Geography
- Location: North Strabane Township, Pennsylvania, United States

Organization
- Type: Non-profit
- Network: Allegheny Health Network

Services
- Beds: 104

Helipads
- Helipad: Yes

History
- Founded: 1904

Links
- Lists: Hospitals in Pennsylvania

= Canonsburg Hospital =

Canonsburg Hospital, part of the Allegheny Health Network of Pittsburgh, United States, is a community hospital located just outside Canonsburg, Pennsylvania in North Strabane Township.

==History==
===20th century===
It was founded in 1904, when, according to the Pittsburgh Post-Gazette, “the Women's Shakespeare Club of Canonsburg solicited donations of ‘linens, supplies, a hen and brood of chickens and a generous supply of fruit’ for what turned out to be an ambitious if not unusual project for a literary club. ... [But], as history records, this Women's Shakespeare Club's project ended well and proved to be much ado about something pretty special: medical care. For what the Women's Shakespeare Club of Canonsburg started [was] Canonsburg General Hospital.”

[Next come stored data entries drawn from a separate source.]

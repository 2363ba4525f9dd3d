"""From cells to columns with a meaning: headings and units where there are any, else what the
numbers do."""

from __future__ import annotations

from dataclasses import dataclass

import numpy as np

from coatgui.intake.decode import Grid, Unreadable, is_number, to_number
from coatgui.intake.headings import Meaning, meaning, unit_factor
from coatgui.records import Column, FloatArray

_WORDS_WITHOUT_NUMBERS = ("panel",)


@dataclass(frozen=True, eq=False)
class Table:
    """One table of a file. `numbers` (R, C) has NaN in columns of words; `words` holds those;
    `lines` (R) says on which line of the file each row stands, counted from 1."""

    columns: tuple[Column, ...]
    numbers: FloatArray
    words: dict[int, tuple[str, ...]]
    first_line: int
    lines: tuple[int, ...]
    remarks: tuple[str, ...]

    def place(self, role: str) -> int | None:
        return next((c.position for c in self.columns if c.role == role), None)

    def values(self, role: str) -> FloatArray | None:
        """The column of a role in Hz, rad/s, Ω, rad or h, or None."""
        column = next((c for c in self.columns if c.role == role), None)
        return None if column is None else self.numbers[:, column.position] * column.factor


def _numeric_cells(row: tuple[str, ...], decimal_sign: str) -> int:
    return sum(is_number(cell, decimal_sign) for cell in row)


def find_table(grid: Grid) -> Table:
    """The table of a text file. Raises Unreadable with the line where something is wrong."""
    sign = grid.decimal_sign
    lines = grid.lines
    counts = [_numeric_cells(row, sign) for row in lines]
    start = _first_data_line(counts, lines)
    width = len(lines[start])
    end = max(i for i, n in enumerate(counts) if n >= 2) + 1
    remarks: list[str] = []
    if any(any(row) for row in lines[end:]):
        remarks.append(f"Lines after {end} hold no numbers and were taken as a footer.")
    headings, meanings = _headings(lines, start, width)
    is_word = [meanings[i] is not None and _is_words(meanings[i]) for i in range(width)]
    if not any(meanings):
        is_word = [not is_number(cell, sign) for cell in lines[start]]
    rows: list[tuple[str, ...]] = []
    numbered: list[int] = []
    for number in range(start, end):
        row = lines[number]
        if not any(row):
            continue
        if headings and tuple(row[: len(headings)]) == tuple(headings):
            continue  # the heading said once more above a further block
        _check_row(row, width, is_word, sign, number)
        rows.append(row)
        numbered.append(number + 1)
    numbers = np.full((len(rows), width), np.nan)
    words: dict[int, tuple[str, ...]] = {}
    for i in range(width):
        if is_word[i]:
            words[i] = tuple(row[i] for row in rows)
        else:
            numbers[:, i] = [to_number(row[i], sign) for row in rows]
    if any(meanings):
        columns = _columns_by_heading(headings, meanings)
    else:
        columns, more = columns_by_behaviour(numbers, is_word)
        remarks += more
    return Table(columns, numbers, words, start + 1, tuple(numbered), tuple(remarks))


def _is_words(what: Meaning | None) -> bool:
    return what is not None and what.role in _WORDS_WITHOUT_NUMBERS


def _first_data_line(counts: list[int], lines: tuple[tuple[str, ...], ...]) -> int:
    """The first of three numeric lines of one width, so that numbers in a preamble do not count."""
    for i, n in enumerate(counts):
        follow = list(range(i, min(i + 3, len(counts))))
        if n >= 2 and all(counts[j] >= 2 and len(lines[j]) == len(lines[i]) for j in follow):
            return i
    raise Unreadable("The file holds no table of numbers of one width: nothing to read.")


def _check_row(
    row: tuple[str, ...], width: int, is_word: list[bool], sign: str, number: int
) -> None:
    if len(row) != width:
        raise Unreadable(
            f"Line {number + 1} has {len(row)} cells where the table has {width}: "
            "the file may be cut short; export it again."
        )
    for i, cell in enumerate(row):
        if not is_word[i] and not is_number(cell, sign):
            raise Unreadable(
                f"Line {number + 1}, column {i + 1}: '{cell[:40]}' is not a number; "
                "correct the file or export it again."
            )


def _headings(
    lines: tuple[tuple[str, ...], ...], start: int, width: int
) -> tuple[tuple[str, ...], list[Meaning | None]]:
    """Headings above the data, perhaps with a row of units between."""
    none: list[Meaning | None] = [None] * width
    above = [i for i in range(start - 1, max(start - 4, -1), -1) if any(lines[i])]
    for step, i in enumerate(above[:2]):
        row = (*lines[i], *("",) * width)[:width]
        found = [meaning(cell) if cell else None for cell in row]
        if sum(m is not None for m in found) < 2:
            continue
        if step == 1:
            units = (*lines[above[0]], *("",) * width)[:width]
            found = [_with_unit(m, unit) for m, unit in zip(found, units, strict=True)]
        return row, found
    return (), none


def _with_unit(what: Meaning | None, unit: str) -> Meaning | None:
    unit = unit.strip("[]() ")
    if what is None or what.unit or not unit:
        return what
    factor = unit_factor(what.role, unit)
    if factor is None:
        return what
    return Meaning(what.role, unit, factor * np.sign(what.factor))


def _columns_by_heading(
    headings: tuple[str, ...], meanings: list[Meaning | None]
) -> tuple[Column, ...]:
    columns = []
    taken: set[str] = set()
    for i, (heading, what) in enumerate(zip(headings, meanings, strict=True)):
        role = "other" if what is None or what.role in taken else what.role
        taken.add(role)
        if what is None or role == "other":
            columns.append(Column(i, heading, "other", ""))
        else:
            columns.append(Column(i, heading, role, what.unit, what.factor))
    roles = {c.role for c in columns}
    polar, cartesian = {"modulus", "phase"}, {"real", "imaginary"}
    if not roles & {"frequency", "angular_frequency"}:
        raise Unreadable("No column is headed as a frequency: name one 'frequency'.")
    if not (polar <= roles or cartesian <= roles):
        raise Unreadable(
            "The headings name neither real and imaginary part nor modulus and phase: "
            "name the two columns of the impedance."
        )
    return tuple(columns)


def _looks_like_frequency(values: FloatArray) -> bool:
    if values.size < 5 or not (values > 0).all():
        return False
    steps = np.diff(np.log(values))
    one_way = (steps < 0).all() or (steps > 0).all()
    span = np.log10(values.max() / values.min())
    return bool(one_way and span >= 2 and np.std(steps) < 0.5 * abs(np.mean(steps)))


def columns_by_behaviour(
    numbers: FloatArray, is_word: list[bool]
) -> tuple[tuple[Column, ...], list[str]]:
    """Columns without headings: frequency runs one way over decades in even steps; modulus and
    phase are told from real and imaginary part by what they do."""
    usable = [i for i in range(numbers.shape[1]) if not is_word[i]]
    frequencies = [i for i in usable if _looks_like_frequency(numbers[:, i])]
    if not frequencies:
        raise Unreadable(
            "There are no headings, and no column runs like a frequency: add a line of headings."
        )
    frequency = frequencies[0]
    index = np.arange(numbers.shape[0])
    rest = [
        i
        for i in usable
        if i != frequency and not np.allclose(np.diff(numbers[:, i]), 1.0) and i > frequency
    ]
    del index
    if len(rest) != 2:
        raise Unreadable(
            f"There are no headings, and beside the frequency stand {len(rest)} columns where two "
            "are wanted: add a line of headings."
        )
    first, second = numbers[:, rest[0]], numbers[:, rest[1]]
    remarks = ["No headings: the columns were recognised by their numbers."]
    polar = bool((first > 0).all() and np.abs(second).max() <= 200.0) and _is_polar(first, second)
    if polar:
        degrees = np.abs(second).max() > 3.2
        factor = np.pi / 180.0 if degrees else 1.0
        roles = (("modulus", "", 1.0), ("phase", "degrees" if degrees else "radians", factor))
    else:
        roles = (("real", "", 1.0), ("imaginary", "", 1.0))
    names = {frequency: ("frequency", "", 1.0), rest[0]: roles[0], rest[1]: roles[1]}
    columns = []
    for i in range(numbers.shape[1]):
        role, unit, factor = names.get(i, ("other", "", 1.0))
        columns.append(Column(i, "", role, unit, factor))
    return tuple(columns), remarks


def _is_polar(modulus: FloatArray, phase: FloatArray) -> bool:
    """A phase stays within a quarter turn (or nearly) while the modulus spans more than it."""
    size = np.abs(phase)
    as_degrees = size.max() > 3.2
    within = size.max() <= (135.0 if as_degrees else 2.4)
    return bool(within and modulus.min() > 3.0 * size.max())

The club raised $2,000 to help buy a house on Barr Street in Canonsburg, which served as the hospital for 10 years. They also formed the Canonsburg General Hospital Association to oversee the hospital’s operations. The hospital opened at its original Barr Street location on Oct. 17, 1904, and the first patient was a woman who was “traveling with her husband in a horse and carriage from the village of Midland in Chartiers to Canonsburg when the berserk horse sent them flying.”

The following year, the hospital opened a nursing school, which remained in operation until 1960. In 1913, the hospital board agreed to construct a new hospital building, also on Barr Street, which grew to 54 beds by 1930. The “new” Barr Street hospital eventually named its dining room after the singer Perry Como, who was born in Canonsburg in 1912.

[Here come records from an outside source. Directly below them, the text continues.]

"""Rows of cells, one at a time, to blocks of numbers and the rows of words between them.

A file is gone through once; of numbers only the numbers are kept, so that a large file costs
little more memory than what it says.
"""

from __future__ import annotations

import math
import re
from array import array
from collections.abc import Iterable, Iterator, Sequence
from dataclasses import dataclass, field

import numpy as np

from coatgui.intake.cut import BLANKS, Cut
from coatgui.intake.errors import Unreadable
from coatgui.intake.numbers import Style, number
from coatgui.records import FloatArray

Cell = str | float
MOST_COLUMNS = 500
_MOST_WORDS = 20_000_000  # characters outside tables
_FEWEST_ROWS = 3
_COMMENT = re.compile(r"^\s*(#+|%+|!+|//+|\*+)\s*")


@dataclass(frozen=True, slots=True)
class TextRow:
    """A row that is no row of numbers. `line` counts from 1; `raw` is empty on a sheet."""

    line: int
    cells: tuple[Cell, ...]
    raw: str = ""
    comment: bool = False


@dataclass(eq=False)
class Block:
    """Consecutive rows of numbers. `numbers` is flat, row by row; cells that are words or empty
    are NaN there, and `words` says for each column which word holds from which row on (None where
    it is a number)."""

    width: int
    numbers: array[float] = field(default_factory=lambda: array("d"))
    lines: array[int] = field(default_factory=lambda: array("q"))
    words: dict[int, list[tuple[int, str | None]]] = field(default_factory=dict)
    first: list[TextRow] = field(default_factory=list)

    def __len__(self) -> int:
        return len(self.lines)

    def table(self) -> FloatArray:
        """(rows, columns)"""
        return np.frombuffer(self.numbers, dtype=np.float64).reshape(-1, self.width)

    def column_words(self, column: int) -> Iterator[tuple[int, int, str | None]]:
        """Runs of rows with one word: from, up to, word; None for numbers."""
        runs = self.words.get(column, [])
        if not runs or runs[0][0] > 0:
            yield 0, runs[0][0] if runs else len(self), None
        for i, (start, word) in enumerate(runs):
            yield start, runs[i + 1][0] if i + 1 < len(runs) else len(self), word


Piece = TextRow | Block


class Segmenter:
    """Takes rows and collects `pieces`, in their order. Ends with `finish`."""

    def __init__(self, style: Style) -> None:
        self.pieces: list[Piece] = []
        self._style = style
        self._block: Block | None = None
        self._characters = 0

    def text(self, row: TextRow) -> None:
        self._close()
        self._characters += len(row.raw) or sum(len(str(cell)) for cell in row.cells)
        if self._characters > _MOST_WORDS:
            raise Unreadable("The file is mostly words: it holds no table worth reading.")
        self.pieces.append(row)

    def row(self, line: int, cells: Sequence[Cell], raw: str = "") -> None:
        """A row that was not read at a glance: numbers, words or both."""
        values: list[float] = []
        words: dict[int, str] = {}
        numeric = 0
        for i, cell in enumerate(cells):
            value = cell if isinstance(cell, float) else number(cell, self._style)
            if value is None:
                values.append(math.nan)
                words[i] = str(cell)
            else:
                values.append(value)
                numeric += 1
        there = sum(cell != "" for cell in cells)
        if numeric < 2 or 3 * numeric < there:
            self.text(TextRow(line, tuple(cells), raw))
        else:
            self.numbers(line, values, words, cells, raw)

    def more(self, line: int, values: list[float]) -> bool:
        """A row of nothing but numbers in a table under way, the usual case; False where it is
        anything else and wants a closer look."""
        block = self._block
        if block is None or block.words or len(values) != block.width:
            return False
        if len(block.lines) < _FEWEST_ROWS or not math.isfinite(sum(values)):
            return False
        block.numbers.extend(values)
        block.lines.append(line)
        return True

    def numbers(
        self,
        line: int,
        values: list[float],
        words: dict[int, str],
        cells: Sequence[Cell],
        raw: str = "",
    ) -> None:
        """A row of numbers; `words` are the cells that are none, "" for empty ones."""
        block = self._block
        if block is not None and len(values) > block.width:
            self._close()
            block = None
        if block is None:
            if len(values) > MOST_COLUMNS:
                raise Unreadable(f"Line {line} has over {MOST_COLUMNS} columns: split the table.")
            block = self._block = Block(len(values))
        place = len(block)
        for i in range(len(values), block.width):
            values.append(math.nan)
            words = {**words, i: ""}
        for i, word in words.items():
            runs = block.words.setdefault(i, [])
            if not runs or runs[-1][1] != word:
                runs.append((place, word))
        if block.words:
            for i, runs in block.words.items():
                if i not in words and runs[-1][1] is not None:
                    runs.append((place, None))
        block.numbers.extend(values)
        block.lines.append(line)
        if place < _FEWEST_ROWS:
            block.first.append(TextRow(line, tuple(cells), raw))

    def _close(self) -> None:
        """A block of one or two rows may be numbers in a preamble: keep its rows as text, too."""
        if self._block is not None:
            self.pieces.append(self._block)
            self._block = None

    def finish(self) -> list[Piece]:
        self._close()
        return self.pieces


def segment_text(lines: Iterable[str], cut: Cut) -> list[Piece]:
    """The pieces of a text file."""
    segmenter = Segmenter(cut.style)
    split = cut.splitter()
    between = None if cut.delimiter == BLANKS else cut.delimiter
    comma = cut.style.decimal_sign == ","
    at_a_glance = not cut.style.thousands and not (comma and cut.delimiter == ",")
    for line, raw in enumerate(lines, start=1):
        # Python's numbers may hold underscores; a point among decimal commas needs a closer look.
        if at_a_glance and "_" not in raw and not (comma and "." in raw):
            plain = raw.replace(",", ".") if comma else raw
            try:
                values = list(map(float, plain.split(between)))
            except ValueError:
                pass
            else:
                if segmenter.more(line, values):
                    continue
        found = _COMMENT.match(raw)
        if found:
            bare = raw[found.end() :]
            segmenter.text(TextRow(line, tuple(split(bare)), bare, comment=True))
            continue
        cells = split(raw)
        if any(cells):
            segmenter.row(line, cells, raw)
    return segmenter.finish()


def segment_rows(rows: Iterable[tuple[int, Sequence[Cell]]], style: Style) -> list[Piece]:
    """The pieces of a sheet, from (row number, cells)."""
    segmenter = Segmenter(style)
    for line, cells in rows:
        if any(cell != "" for cell in cells):
            segmenter.row(line, cells)
    return segmenter.finish()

By the late 1970s, Canonsburg Hospital had outgrown its red-brick Barr Street home, and in 1979 the hospital applied to the Pennsylvania Department of Health to build a new hospital. At the time in Pennsylvania, new hospital construction had to be approved by the state through a “certificate of need.” The application for a certificate of need was initially rejected by the state on the grounds that existing hospitals in the area had enough capacity to handle projected patient volume, but Canonsburg-area residents lobbied then-Pennsylvania Gov. Dick Thornburgh with “more than 5,000 letters [and] 2,000 mail-grams demanding the department approve the project.”

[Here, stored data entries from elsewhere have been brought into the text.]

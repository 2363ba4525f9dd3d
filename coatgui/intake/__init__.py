"""Reading what the laboratory hands over: spectra and refusals, never a half-read spectrum."""

from coatgui.intake.corrections import corrections_table, read_corrections
from coatgui.intake.errors import Unclear, Unreadable
from coatgui.intake.folder import (
    SPECTRUM_ENDINGS,
    UnreadableFolder,
    propose_files,
    propose_folder,
    read_files,
    read_folder,
)
from coatgui.intake.names import NamePattern
from coatgui.intake.proposals import Correction, DryRun, Proposal, Standing, Told
from coatgui.intake.reading import first_guess, read_again, read_as_told, read_spectra
from coatgui.intake.template import read_lists, template
from coatgui.intake.watch import FolderWatch

__all__ = [
    "SPECTRUM_ENDINGS",
    "Correction",
    "DryRun",
    "FolderWatch",
    "NamePattern",
    "Proposal",
    "Standing",
    "Told",
    "Unclear",
    "Unreadable",
    "UnreadableFolder",
    "corrections_table",
    "first_guess",
    "propose_files",
    "propose_folder",
    "read_again",
    "read_as_told",
    "read_corrections",
    "read_files",
    "read_folder",
    "read_lists",
    "read_spectra",
    "template",
]
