def _with_repeats(frequency: FloatArray, sweeps: list[np.ndarray]) -> list[np.ndarray]:
    """Before or after a sweep, one or a few of its points may be measured once more, to see whether
    the panel changed meanwhile: they belong to it."""

    def repeats(few: np.ndarray, many: np.ndarray) -> bool:
        if few.size >= _FEWEST_POINTS:
            return False
        ratio = frequency[few][:, None] / frequency[many]
        return bool((np.abs(ratio - 1) < _SAME).any(axis=1).all())

    groups: list[list[np.ndarray]] = []
    body = sweeps[0]
    for sweep in sweeps:
        # More than a few pieces are no repeats, and looking each up in a long sweep takes long.
        joins = bool(groups) and len(groups[-1]) < _FEWEST_POINTS
        if joins and (repeats(sweep, body) or repeats(body, sweep)):
            groups[-1].append(sweep)
            body = max(body, sweep, key=len)
        else:
            groups.append([sweep])
            body = sweep
    return [np.concatenate(group) for group in groups]


def _refuse_short(sizes: np.ndarray, starts: np.ndarray, made: Extract) -> None:
    """Raises Unreadable for the first part of too few points; `starts` are its first rows."""
    short = np.flatnonzero(sizes < _FEWEST_POINTS)
    if short.size:
        points = int(sizes[short[0]])
        raise Unreadable(
            f"The spectrum in line {made.lines[starts[short[0]]]} has only "
            f"{'1 point' if points == 1 else f'{points} points'}: at least {_FEWEST_POINTS} are "
            "needed."
        )


def with_parts(found: list[Piece]) -> list[Piece]:
    """Each piece with a name within its file: what tells it from the others."""
    if len(found) == 1:
        return found
    panels = {piece.panel for piece in found}
    result = []
    taken: Counter[str] = Counter()
    for number, piece in enumerate(found, start=1):
        words = [piece.panel] if piece.panel and len(panels) > 1 else []
        if piece.exposure_h is not None:
            words.append(f"{piece.exposure_h:g} h")
        name = ", ".join(words) or f"spectrum {number}"
        taken[name] += 1
        if taken[name] > 1:
            name = f"{name}, {taken[name]}"
        result.append(replace(piece, part=name))
    return result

In 1981, the Health Department issued a certificate of need, and a new hospital was built in North Strabane Township, just outside of Canonsburg borough. The new $15.8 million hospital opened May 14, 1983, on 31 acres; the former Barr Street hospital is now a personal care and retirement home.

===21st century===
In 2000, Canonsburg Hospital joined the former West Penn Allegheny Health System. In 2013, it became a part of Allegheny Health Network. The current 104-bed inpatient facility has undergone several expansions since its 1983 opening: In 1996, a new ambulatory care center was opened; in 2003, the physical therapy department was enlarged; in 2006, the emergency department was expanded to accommodate increased patient volume; and since its affiliation with AHN in 2013, the hospital has opened a sleep lab.

The hospital primarily serves residents living in Southern Allegheny and Northern Washington counties. Canonsburg annually admits over 4,000 patients and logs approximately 21,000 emergency visits, and performs nearly 3,000 surgeries.